Comment by MrLeap

5 days ago

> that's a skill issue and not a fundamental property

This made me laugh.

You seem like you may know something I've been curious about.

I'm a shader author these days, haven't been a data scientist for a while, so it's going to distort my vocab.

Say you've got a trained neural network living in a 512x512 structured buffer. It's doing great, but you get a new video card with more memory so you can afford to migrate it to a 1024x1024. Is the state of the art way to retrain with the same data but bigger initial parameters, or are there other methods that smear the old weights over a larger space to get a leg up? Anything like this accelerate training time?

... can you up sample a language model like you can lowres anime profile pictures? I wonder what the made up words would be like.

4 comments

MrLeap

kouteiheika 5 days ago

In general this is of course an active area of research, but yes, you can do something that and people have done it successfully[1] by adding extra layers to an existing model and then continuing to train it.

You have to be careful about the "same data" part though; ideally you want to train once on unique data[2] as excessive duplication can harm the performance of the model[3], although if you have limited data a couple of training epochs might be safe and actually improve the performance of the model[4].

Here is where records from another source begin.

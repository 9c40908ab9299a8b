/** The value at fraction q (0..1) of an ascending list, taken at rank floor(q·n) without interpolation; NaN when empty. */
export function quantile(sorted: readonly number[], q: number): number {
  return sorted[Math.min(sorted.length - 1, Math.floor(q * sorted.length))] ?? NaN;
}
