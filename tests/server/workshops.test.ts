import { afterAll, afterEach, beforeAll, describe, expect, it } from 'vitest';
import { memberSchema, workshopSummarySchema } from '@shared/api/workshops';
import { meResponseSchema } from '@shared/api/auth';
import { Membership } from '../../server/modules/workshops/membership.entity';
import { signedIn } from '../support/api-client';
import { makeUser, makeWorkshop, uniqueEmail } from '../support/factories';
import { createTestContext, truncateAll, type TestContext } from '../support/test-app';

let ctx: TestContext;
beforeAll(async () => {
  ctx = await createTestContext();
  await truncateAll(ctx.orm);
});
afterAll(() => ctx.close());
afterEach(() => {
  expect(ctx.loggedErrors).toEqual([]);
});

async function roles(workshopId: string): Promise<Record<string, string>> {
  const rows = await ctx.orm.em.fork().find(Membership, { workshop: workshopId }, { populate: ['user'] });
  return Object.fromEntries(rows.map((m) => [m.user.email, m.role]));
}

describe('workshops', () => {
  it('the creator becomes its owner; the list shows role and member count', async () => {
    const u = await makeUser(ctx.orm);
    const client = await signedIn(ctx.app, u);
    const created = workshopSummarySchema.parse((await client.post('/api/workshops', { name: ' Unit 4 fabrication ' }).expect(201)).body);
    expect(created).toMatchObject({ name: 'Unit 4 fabrication', role: 'owner', memberCount: 1 });

    const other = await makeUser(ctx.orm);
    await client.post(`/api/workshops/${created.id}/members`, { email: other.email, role: 'cutter' }).expect(201);
    const list = workshopSummarySchema.array().parse((await client.get('/api/workshops').expect(200)).body);
    expect(list).toEqual([{ id: created.id, name: 'Unit 4 fabrication', role: 'owner', memberCount: 2 }]);

    const me = meResponseSchema.parse((await client.get('/api/auth/me').expect(200)).body);
    expect(me.memberships).toEqual([{ workshop: { id: created.id, name: 'Unit 4 fabrication' }, role: 'owner' }]);
  });

  it('lists only my workshops', async () => {
    const me = await makeUser(ctx.orm);
    const stranger = await makeUser(ctx.orm);
    await makeWorkshop(ctx.orm, [{ user: stranger, role: 'owner' }], 'Not mine');
    const mine = await makeWorkshop(ctx.orm, [{ user: me, role: 'viewer' }], 'Mine');
    const client = await signedIn(ctx.app, me);
    const list = (await client.get('/api/workshops').expect(200)).body as { id: string }[];
    expect(list.map((w) => w.id)).toEqual([mine.id]);
  });

  it('the owner renames it', async () => {
    const u = await makeUser(ctx.orm);
    const w = await makeWorkshop(ctx.orm, [{ user: u, role: 'owner' }]);
    const client = await signedIn(ctx.app, u);
    const res = await client.patch(`/api/workshops/${w.id}`, { name: 'Harbour shed' }).expect(200);
    expect(res.body).toMatchObject({ id: w.id, name: 'Harbour shed', role: 'owner', memberCount: 1 });
  });
});

describe('members', () => {
  it('the owner adds an existing user by e-mail (any case) with a role', async () => {
    const owner = await makeUser(ctx.orm);
    const newcomer = await makeUser(ctx.orm, { name: 'Nia' });
    const w = await makeWorkshop(ctx.orm, [{ user: owner, role: 'owner' }]);
    const client = await signedIn(ctx.app, owner);
    const res = await client.post(`/api/workshops/${w.id}/members`, { email: newcomer.email.toUpperCase(), role: 'designer' }).expect(201);
    expect(memberSchema.parse(res.body)).toEqual({ user: { id: newcomer.id, email: newcomer.email, name: 'Nia' }, role: 'designer' });
    const members = memberSchema.array().parse((await client.get(`/api/workshops/${w.id}/members`).expect(200)).body);
    expect(members.map((m) => [m.user.id, m.role]).sort()).toEqual([[owner.id, 'owner'], [newcomer.id, 'designer']].sort());
  });

  it('an unknown e-mail → 404 naming the e-mail field; an existing member → 409', async () => {
    const owner = await makeUser(ctx.orm);
    const w = await makeWorkshop(ctx.orm, [{ user: owner, role: 'owner' }]);
    const client = await signedIn(ctx.app, owner);
    const unknown = await client.post(`/api/workshops/${w.id}/members`, { email: uniqueEmail('ghost'), role: 'viewer' });
    expect(unknown.status).toBe(404);
    expect(unknown.body.error.fields).toHaveProperty('email');
    const again = await client.post(`/api/workshops/${w.id}/members`, { email: owner.email, role: 'viewer' });
    expect(again.status).toBe(409);
    expect(again.body.error.fields).toHaveProperty('email');
  });

  it('never leaves a workshop without an owner: demoting or removing the last owner → 422, unchanged', async () => {
    const owner = await makeUser(ctx.orm);
    const d = await makeUser(ctx.orm);
    const w = await makeWorkshop(ctx.orm, [
      { user: owner, role: 'owner' },
      { user: d, role: 'designer' },
    ]);
    const client = await signedIn(ctx.app, owner);
    const demote = await client.patch(`/api/workshops/${w.id}/members/${owner.id}`, { role: 'designer' });
    expect(demote.status).toBe(422);
    expect(demote.body.error.code).toBe('unprocessable');
    const remove = await client.delete(`/api/workshops/${w.id}/members/${owner.id}`);
    expect(remove.status).toBe(422);
    expect(await roles(w.id)).toEqual({ [owner.email]: 'owner', [d.email]: 'designer' });

    // With a second owner, the first may step down.
    await client.patch(`/api/workshops/${w.id}/members/${d.id}`, { role: 'owner' }).expect(200);
    await client.patch(`/api/workshops/${w.id}/members/${owner.id}`, { role: 'viewer' }).expect(200);
    expect(await roles(w.id)).toEqual({ [owner.email]: 'viewer', [d.email]: 'owner' });
  });

  it('two owners demoting each other at once leave one owner', async () => {
    const a = await makeUser(ctx.orm);
    const b = await makeUser(ctx.orm);
    const w = await makeWorkshop(ctx.orm, [
      { user: a, role: 'owner' },
      { user: b, role: 'owner' },
    ]);
    const [ca, cb] = await Promise.all([signedIn(ctx.app, a), signedIn(ctx.app, b)]);
    const results = await Promise.all([
      ca.patch(`/api/workshops/${w.id}/members/${b.id}`, { role: 'viewer' }),
      cb.patch(`/api/workshops/${w.id}/members/${a.id}`, { role: 'viewer' }),
    ]);
    const statuses = results.map((r) => r.status).sort();
    // Whichever runs second is either refused (last owner) or, having lost its owner role, forbidden.
    expect(statuses[0]).toBe(200);
    expect([403, 422]).toContain(statuses[1]);
    expect(Object.values(await roles(w.id)).filter((r) => r === 'owner')).toHaveLength(1);
  });

  it('removing a member takes away their access', async () => {
    const owner = await makeUser(ctx.orm);
    const v = await makeUser(ctx.orm);
    const w = await makeWorkshop(ctx.orm, [
      { user: owner, role: 'owner' },
      { user: v, role: 'viewer' },
    ]);
    const [co, cv] = await Promise.all([signedIn(ctx.app, owner), signedIn(ctx.app, v)]);
    await cv.get(`/api/workshops/${w.id}/projects`).expect(200);
    await co.delete(`/api/workshops/${w.id}/members/${v.id}`).expect(204);
    expect((await cv.get(`/api/workshops/${w.id}/projects`)).status).toBe(404);
    expect((await co.delete(`/api/workshops/${w.id}/members/${v.id}`)).status).toBe(404);
  });
});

[1] -- https://arxiv.org/abs/2312.15166

[2] -- https://arxiv.org/abs/1906.06669

[3] -- https://arxiv.org/abs/2205.10487

[4] -- https://galactica.org/static/paper.pdf

yorwba 5 days ago

In addition to increasing the number of layers, you can also grow the weight matrices and initialize by tiling them with the smaller model's weights https://neurips.cc/media/neurips-2023/Slides/83968_5GxuY2z.p...
MrLeap 5 days ago

Thank you for taking the time to provide me all this reading.
ijk 5 days ago

This might be obvious, but just to state it explicitly for everyone: you can freeze the weights of the existing layers if you want to train the new layers but want to leave the existing layers untouched.